- DATA TO PROCESS
= Beginning of Section =

/* P(a new regime within the last k days) for each k of a vector. */
static SEXP tfr_online_p_recent(SEXP p, SEXP k) {
  twofold_online *on = online_get(p);
  if (!on)
    return online_invalid();
  if (TYPEOF(k) != REALSXP)
    return status_list(TWOFOLD_EINVAL, "k must be numeric", 0, 0);
  R_xlen_t n = XLENGTH(k);
  SEXP out = PROTECT(real_vec(n));
  for (R_xlen_t i = 0; i < n; i++) {
    double v = REAL(k)[i];
    if (ISNAN(v) || v < 1 || v > 9007199254740992.0 || v != floor(v)) {
      UNPROTECT(1);
      return status_list(TWOFOLD_EINVAL,
                         "k must be a whole number of days, at least 1", 0,
                         0);
    }
    int st = twofold_online_p_recent(on, (size_t)v, REAL(out) + i);
    if (st < 0) {
      UNPROTECT(1);
      return status_list(st, twofold_online_errmsg(on), 0, 0);
    }
  }
  UNPROTECT(1);
  return out;
}

/* c(mean, lo, hi) of today's growth rate. */
static SEXP tfr_online_growth(SEXP p) {
  twofold_online *on = online_get(p);
  if (!on)
    return online_invalid();
  SEXP out = PROTECT(real_vec(3));
  int st = twofold_online_growth(on, REAL(out), REAL(out) + 1,
                                 REAL(out) + 2);
  if (st < 0) {
    UNPROTECT(1);
    /* the growth getter leaves the filter's message unset */
    return status_list(st,
                       st == TWOFOLD_ENODATA ? "no day added yet"
                                             : twofold_online_errmsg(on),
                       0, 0);
  }
  UNPROTECT(1);
  return out;
}

/* ---- registration ---------------------------------------------------- */

static const R_CallMethodDef call_methods[] = {
    {"tfr_version", (DL_FUNC)&tfr_version, 0},
    {"tfr_weekday", (DL_FUNC)&tfr_weekday, 1},
    {"tfr_read", (DL_FUNC)&tfr_read, 5},
    {"tfr_check_counts", (DL_FUNC)&tfr_check_counts, 1},
    {"tfr_fit", (DL_FUNC)&tfr_fit, 4},
    {"tfr_roll", (DL_FUNC)&tfr_roll, 6},
    {"tfr_doubling", (DL_FUNC)&tfr_doubling, 3},
    {"tfr_reproduction", (DL_FUNC)&tfr_reproduction, 6},
    {"tfr_changes", (DL_FUNC)&tfr_changes, 3},
    {"tfr_online_new", (DL_FUNC)&tfr_online_new, 5},
    {"tfr_online_add", (DL_FUNC)&tfr_online_add, 2},
    {"tfr_online_state", (DL_FUNC)&tfr_online_state, 1},
    {"tfr_online_p_recent", (DL_FUNC)&tfr_online_p_recent, 2},
    {"tfr_online_growth", (DL_FUNC)&tfr_online_growth, 1},
    {NULL, NULL, 0}};

void R_init_twofold(DllInfo *dll);
void R_init_twofold(DllInfo *dll) {
  R_registerRoutines(dll, NULL, call_methods, NULL, NULL);
  R_useDynamicSymbols(dll, FALSE);
  R_forceSymbols(dll, TRUE);
}
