START_TEST(file_plain_and_gzip) {
  twofold_set *set;
  twofold_error err;
  char *p = temp_file(small_csv, strlen(small_csv));
  ck_assert_int_eq(twofold_read_file(p, NULL, &set, &err), 0);
  check_small(set);
  twofold_set_free(set);
  unlink(p);
  free(p);
  size_t zn;
  unsigned char *z = gzip_bytes(small_csv, strlen(small_csv), &zn);
  p = temp_file(z, zn);
  ck_assert_int_eq(twofold_read_file(p, NULL, &set, &err), 0);
  check_small(set);
  twofold_set_free(set);
  /* truncated file: the error names the path */
  ck_assert_int_eq(truncate(p, (off_t)(zn - 3)), 0);
  ck_assert_int_eq(twofold_read_file(p, NULL, &set, &err), TWOFOLD_EGZIP);
  ck_assert_ptr_nonnull(strstr(err.text, p));
  ck_assert_str_eq(err.file, p);
  unlink(p);
  free(p);
  free(z);
}
END_TEST

/* stdin: a pipe, read through its descriptor. */
START_TEST(pipe_fd) {
  int fds[2];
  ck_assert_int_eq(pipe(fds), 0);
  size_t n = strlen(small_csv);
  ck_assert_int_eq(write(fds[1], small_csv, n), (ssize_t)n);
  close(fds[1]);
  twofold_set *set;
  twofold_error err;
  ck_assert_int_eq(twofold_read_fd(fds[0], "<stdin>", NULL, &set, &err), 0);
  close(fds[0]);
  check_small(set);
  twofold_set_free(set);
  /* gzip through a pipe, and an error labelled with the given name */
  size_t zn;
  const char *badcsv = H "A,2020-01-01,x\n";
  unsigned char *z = gzip_bytes(badcsv, strlen(badcsv), &zn);
  ck_assert_int_eq(pipe(fds), 0);
  ck_assert_int_eq(write(fds[1], z, zn), (ssize_t)zn);
  close(fds[1]);
  ck_assert_int_eq(twofold_read_fd(fds[0], "<stdin>", NULL, &set, &err),
                   TWOFOLD_ECOUNT);
  close(fds[0]);
  ck_assert_ptr_null(set);
  ck_assert_ptr_nonnull(strstr(err.text, "<stdin>:2:3: "));
  ck_assert_ptr_nonnull(strstr(err.text, "\"x\""));
  free(z);
}
END_TEST

/* Many rows (several buffer refills), quoted names with doubled quotes
 * and line breaks placed across refill boundaries, read from a plain file
 * and as gzip; then an error on the last line to check the line count. */
START_TEST(large_input) {
  const int regions = 300, days = 400;
  size_t cap = (size_t)regions * (size_t)days * 48 + 64;
  char *csv = malloc(cap);
  ck_assert_ptr_nonnull(csv);
  size_t o = (size_t)sprintf(csv, "region,date,cases,admissions\n");
  long lines = 1;
  int32_t d0 = day_of("2021-01-01");
  for (int k = 0; k < days; k++) {
    char d[11];
    twofold_date_format(d0 + k, d, sizeof d);
    for (int r = 0; r < regions; r++) {
      if (r % 3 == 0) {
        o += (size_t)sprintf(csv + o, "\"R \"\"%d\"\"\nx\",%s,%d,%d\n", r, d,
                             r + k, k % 5);
        lines += 2;
      } else {
        o += (size_t)sprintf(csv + o, "R%d,%s,%d,\n", r, d, r * k);
        lines += 1;
      }
    }
  }
  ck_assert_uint_gt(o, 1u << 20);
  twofold_set *set;
  twofold_error err;
  char *p = temp_file(csv, o);
  ck_assert_int_eq(twofold_read_file(p, NULL, &set, &err), 0);
  ck_assert_uint_eq(twofold_set_count(set), (size_t)regions);
  for (int r = 0; r < regions; r += 7) {
    char name[32];
    if (r % 3 == 0)
      snprintf(name, sizeof name, "R \"%d\"\nx", r);
    else
      snprintf(name, sizeof name, "R%d", r);
    const twofold_series *s = twofold_set_find(set, name);
    ck_assert_msg(s != NULL, "region %d", r);
    ck_assert_ptr_eq(s, twofold_set_at(set, (size_t)r));
    ck_assert_uint_eq(twofold_series_length(s), (size_t)days);
    for (int k = 0; k < days; k += 13) {
      ck_assert_double_eq(twofold_series_values(s, 0)[k],
                          r % 3 == 0 ? r + k : r * k);
      if (r % 3 == 0)
        ck_assert_double_eq(twofold_series_values(s, 1)[k], k % 5);
      else
        ck_assert(isnan(twofold_series_values(s, 1)[k]));
    }
  }
  twofold_set_free(set);
  size_t zn;
  unsigned char *z = gzip_bytes(csv, o, &zn);
  ck_assert_int_eq(twofold_read_memory(z, zn, NAME, NULL, &set, &err), 0);
  ck_assert_uint_eq(twofold_set_count(set), (size_t)regions);
  twofold_set_free(set);
  free(z);
  /* append a bad row: its line is lines + 1 */
  o += (size_t)sprintf(csv + o, "R1,2030-01-01,1.5,\n");
  ck_assert_int_eq(read_str(csv, o, NULL, &set, &err), TWOFOLD_ECOUNT);
  ck_assert_int_eq(err.line, lines + 1);
  ck_assert_int_eq(err.column, 3);
  unlink(p);
  free(p);
  free(csv);
}
END_TEST

/* twofold_read_options_set_region_fn: the regions handed over while
 * reading, with their rows so far (the values are the inputs below). */
typedef struct seen {
  int n;
  size_t index[8];
  char region[8][8];
  size_t length[8];
  double last[8], admissions_last[8];
} seen;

= End of Section =

- WHAT IS BEING ASKED
Quote every line of the records above, from the first down to the one holding "if (TYPEOF(k) != REALSXP)", exactly as written.

- PROBLEM SOLUTION
/* P(a new regime within the last k days) for each k of a vector. */
static SEXP tfr_online_p_recent(SEXP p, SEXP k) {
  twofold_online *on = online_get(p);
  if (!on)
    return online_invalid();
  if (TYPEOF(k) != REALSXP)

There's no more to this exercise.